[19] Berakhir

Màu nền
Font chữ
Font size
Chiều cao dòng

Assalamualaikum, happy reading

____

"Luka yang kamu rasakan adalah sebuah pesan. Dengarkanlah mereka." (Jalaludin Rumi)

☆☆☆

Sudah menjadi kodrat bahwa setiap manusia pasti pernah melakukan setidaknya satu kesalahan di dunia ini. Entah itu kesalahan kecil atau besar. Namun, manusia yang bijak adalah dia yang belajar dari kesalahan, lalu memperbaiki dirinya untuk menjadi lebih baik.

Ada juga pepatah yang berkata bahwa jangan pernah menilai seseorang dari kesalahannya, tapi lihat juga kebaikannya. Mungkin hal ini yang menyebab Ghazi tidak pernah menduga bahwa wanita yang sedang menangis di depannya sekarang bisa berbuat sekeji itu.

Perbuatannya kali ini tidak bisa disebut sebagai kesalahan tapi sebuah kejahatan. Setelah pukang dari toko Rasya, Ghazi langsung bergegas kemari untuk mencari jawaban yang sesungguhnya.

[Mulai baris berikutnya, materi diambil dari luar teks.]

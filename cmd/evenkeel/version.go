package main

import (
	"encoding/json"
	"fmt"
	"runtime"
	"strings"

	"github.com/urfave/cli/v2"

	"evenkeel/pipeline"
	"evenkeel/provenance"
)

func (s *session) versionCommand() *cli.Command {
	return &cli.Command{
		Name:  "version",
		Usage: "print version, revision, Go version, platform, module versions and CPU features",
		Description: describe("Prints what a record says about the software, and the processor's features.", "evenkeel version --json",
			codes(pipeline.ExitDone, pipeline.ExitUsage, pipeline.ExitIO).
				but(pipeline.ExitDone, "printed").
				but(pipeline.ExitUsage, "the command line is wrong").
				but(pipeline.ExitIO, "standard output cannot be written (a full disk)")),
		Flags: []cli.Flag{&cli.BoolFlag{Name: "json", Usage: "as one JSON document"}},
		Action: func(c *cli.Context) error {
			if _, err := arguments(c); err != nil {
				return err
			}
			sw, features := pipeline.Software(), pipeline.CPUFeatures()
			if c.Bool("json") {
				type module struct {
					Path    string `json:"path"`
					Version string `json:"version"`
				}
				doc := struct {
					Version      string   `json:"version"`
					Revision     *string  `json:"revision"` // null when it was built from sources without git
					Modified     bool     `json:"modified"`
					Go           string   `json:"go"`
					OS           string   `json:"os"`
					Architecture string   `json:"architecture"`
					CPUFeatures  []string `json:"cpu_features"`
					Modules      []module `json:"modules"`
				}{sw.Version, nil, sw.Modified, sw.GoVersion, runtime.GOOS, runtime.GOARCH, append([]string{}, features...), []module{}}
				if sw.Revision != "" {
					doc.Revision = &sw.Revision
				}
				for _, m := range sw.Modules {
					doc.Modules = append(doc.Modules, module{m.Path, m.Version})
				}
				b, err := json.MarshalIndent(doc, "", "  ")
				if err != nil {
					return err
				}
				fmt.Fprintf(s.stdout, "%s\n", b)
				return nil
			}
			fmt.Fprintf(s.stdout, "evenkeel %s\n%s\n%s %s/%s\ncpu features: %s\n", sw.Version, revisionWords(sw), sw.GoVersion, runtime.GOOS, runtime.GOARCH, strings.Join(features, " "))
			for _, m := range sw.Modules {
				fmt.Fprintf(s.stdout, "%s %s\n", m.Path, m.Version)
			}
			return nil
		},
	}
}

// revisionWords says which source the program was built from.
func revisionWords(sw provenance.Software) string {
	switch {
	case sw.Revision == "":
		return "revision unknown: built from sources without git"
	case sw.Modified:
		return "revision " + sw.Revision + ", with changes that are in no revision"
	}
	return "revision " + sw.Revision
}
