package main

import (
	"bytes"
	"fmt"
	"io"
	"os"
	"strings"
	"sync"
	"time"

	"github.com/vbauerster/mpb/v8"
	"github.com/vbauerster/mpb/v8/decor"
	"golang.org/x/term"
)

// A progress is one bar over all runs, on the last line of a terminal. No colour is
// used, so NO_COLOR is honoured as it stands.
//
// The container draws every so often, and what is written to it appears above the bar with
// the next drawing. Its bar must never complete by itself: lines written between the last
// drawing and the end would be lost. So its total is open until [progress.stop].
type progress struct {
	container *mpb.Progress
	bar       *mpb.Bar
	console   *console
	now       func() time.Time

	mu      sync.Mutex // the container draws from a goroutine of its own
	started time.Time
	done    float64
	skipped float64 // of done: took no time
	total   float64
}

// barSteps is how finely the bar moves: finer than any terminal is wide.
const barSteps = 10000

// startProgress begins to draw if standard error is a terminal and nothing speaks against it.
// total is the work of all runs together, in units of step.
func (l *logger) startProgress(total float64) {
	f, ok := l.w.(*os.File)
	if !ok || l.json || l.quiet || total <= 0 || !term.IsTerminal(int(f.Fd())) || os.Getenv("TERM") == "dumb" {
		return
	}
	p := newProgress(f, func() (int, int, error) { return term.GetSize(int(f.Fd())) }, time.Now, total)
	l.mu.Lock()
	defer l.mu.Unlock()
	l.bar = p
}

func (l *logger) step(n float64) { l.move(n, 0) }

// skip is step for work that turned out to be none: it says nothing about the time left.
func (l *logger) skip(n float64) { l.move(n, n) }

func (l *logger) move(n, skipped float64) {
	l.mu.Lock()
	defer l.mu.Unlock()
	if l.bar != nil {
		l.bar.move(n, skipped)
	}
}

// stopProgress takes the bar away: it makes way for the result. When it returns every line
// written above the bar stands on the terminal.
func (l *logger) stopProgress() {
	l.mu.Lock()
	defer l.mu.Unlock()
	if l.bar != nil {
		l.bar.stop()
		l.bar = nil
	}
}

// newProgress draws on out, a terminal of that size.
func newProgress(out io.Writer, size func() (columns, rows int, err error), now func() time.Time, total float64) *progress {
	p := &progress{console: &console{out: out, size: size}, now: now, started: now(), total: total}
	p.container = mpb.New(mpb.WithConsoleWriter(p.console))
	p.bar = p.container.New(0, mpb.BarStyle().Lbound("[").Filler("#").Tip("#").Padding(".").Rbound("]"),
		mpb.BarWidth(42),
		mpb.BarFillerTrim(),
		mpb.PrependDecorators(decor.Any(barName)),
		mpb.AppendDecorators(decor.Any(barShare), decor.Any(func(s decor.Statistics) string {
			// Whole, or not at all.
			if left := p.left(); len(left)+barLeast <= s.AvailableWidth {
				return left
			}
			return ""
		})))
	p.bar.SetTotal(barSteps, false)
	return p
}

// barLeast is the width below which a bar says nothing: the name, or the time left,
// is left out before it gets that narrow.
const barLeast = 6

func barName(s decor.Statistics) string {
	const name = "evenkeel: "
	if s.AvailableWidth < len(name)+len(" 100 %")+barLeast {
		return ""
	}
	return name
}

func barShare(s decor.Statistics) string {
	return fmt.Sprintf(" %3d %%", 100*s.Current/max(1, s.Total))
}

// left says how long it will take, as soon as a rate is known; earlier any number would
// be invented.
func (p *progress) left() string {
	p.mu.Lock()
	defer p.mu.Unlock()
	elapsed := p.now().Sub(p.started)
	worked := (p.done - p.skipped) / (p.total - p.skipped)
	if !(worked >= 0.05 && worked < 1) || elapsed < 2*time.Second {
		return ""
	}
	return "  about " + roundTime(time.Duration(float64(elapsed)*(1-worked)/worked)) + " left"
}

func (p *progress) move(n, skipped float64) {
	p.mu.Lock()
	p.done = min(p.total, p.done+n)
	p.skipped += skipped
	at := int64(barSteps * p.done / p.total)
	p.mu.Unlock()
	p.bar.SetCurrent(at)
}

// Write puts whole lines above the bar.
func (p *progress) Write(b []byte) (int, error) {
	if n, err := p.container.Write(b); err == nil {
		return n, nil
	}
	return p.console.out.Write(b) // the container has given up drawing
}

// stop takes the bar away; nobody may write meanwhile.
func (p *progress) stop() {
	p.bar.Abort(true)
	p.container.Wait()
	p.console.Flush(0) // whatever the last drawing has left, had it failed or come too early
}

// A console is the terminal as the container sees it. Unlike the one the container brings, it
// goes to the start of the line before it erases (the ^C that a terminal echoes has
// moved the cursor), leaves the last column free (some terminals break a line that
// fills it), and is silent while nothing changes.
type console struct {
	bytes.Buffer // the drawing to come
	out          io.Writer
	size         func() (columns, rows int, err error)
	shown        string // the bar as it stands, with its line feeds
}

func (c *console) IsTerminal() bool { return true }

// GetTermSize has no error: a terminal that does not tell its size gets the usual one.
func (c *console) GetTermSize() (columns, rows int, err error) {
	columns, rows, err = c.size()
	if err != nil || columns <= 1 || rows <= 0 {
		columns, rows = 80, 24
	}
	return columns - 1, rows, nil
}

// Flush puts the drawing in place of the bar; its last so many lines are the new bar.
func (c *console) Flush(lines int) error {
	text := c.String()
	bar := len(text)
	for range lines {
		bar = 1 + strings.LastIndexByte(text[:max(0, bar-1)], '\n')
	}
	if bar == 0 && text == c.shown {
		c.Reset()
		return nil
	}
	if n := strings.Count(c.shown, "\n"); n > 0 {
		// ECMA-48: carriage return, cursor up, erase to the end of the page.
		text = fmt.Sprintf("\r\x1b[%dA\x1b[J", n) + text
	}
	if _, err := io.WriteString(c.out, text); err != nil {
		return err
	}
	c.shown = c.String()[bar:]
	c.Reset()
	return nil
}

// roundTime writes a duration for people: "40s", "3m", "2h10m".
func roundTime(d time.Duration) string {
	switch {
	case d < time.Minute:
		return fmt.Sprintf("%ds", max(1, int(d.Round(time.Second).Seconds())))
	case d < time.Hour:
		return fmt.Sprintf("%dm", int(d.Round(time.Minute).Minutes()))
	}
	d = d.Round(10 * time.Minute)
	return fmt.Sprintf("%dh%02dm", int(d.Hours()), int(d.Minutes())%60)
}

Awalnya, Ines mengelak ketika Ghazi bertanya perihal kecelakaan dan menyodorkan gelang putih bernoda darah itu. Tetapi ketika Ghazi berkata kalau ia akan melindungi Ines asalkan dia mau jujur, Ines akhirnya menceritakan semuanya.

"Waktu itu gue lagi buru-buru balik ke Bandung. Saking paniknya gue beneran gak lihat kalau waktu itu ada orang lagi nyebrang di depan gue. Mereka-" Ines menutup mulutnya tidak sanggup melanjutkan kalimatnya.

"Kenapa lo nggak langsung bawa mereka ke rumah sakit?" tanya Ghazi.

Ines menggeleng. "Gue takut, Gaz, gue panik. Waktu gue turun untuk ngechek kondisi mereka detak jantungnya udah lemah." Tubuh Ines bergetar kalau harus mengingat tragedi itu. "Saat gue mau pergi, tangan gue ditahan sama Ibu itu dan gue gak sadar kalau gelang gue lepas."

Ghazi mengulurkan segelas air karena Ines benar-benar terisak. Sebisa mungkin ia harus menahan emosinya. Ghazi sungguh tidak habis pikir bagaimana Ines bisa menyembunyikan hal sebesar ini darinya.

Setelah meneguk sedikit air, Ines langsung menggenggam tangan Ghazi erat. "Lo janji bakal bantuin gue kan? Gue gak mau masuk polisi. Gue belum siap Gaz!" ujarnya memohon. "Gue janji gue bakal minta maaf ke Razita tapi tolong jangan laporin gue ke polisi!"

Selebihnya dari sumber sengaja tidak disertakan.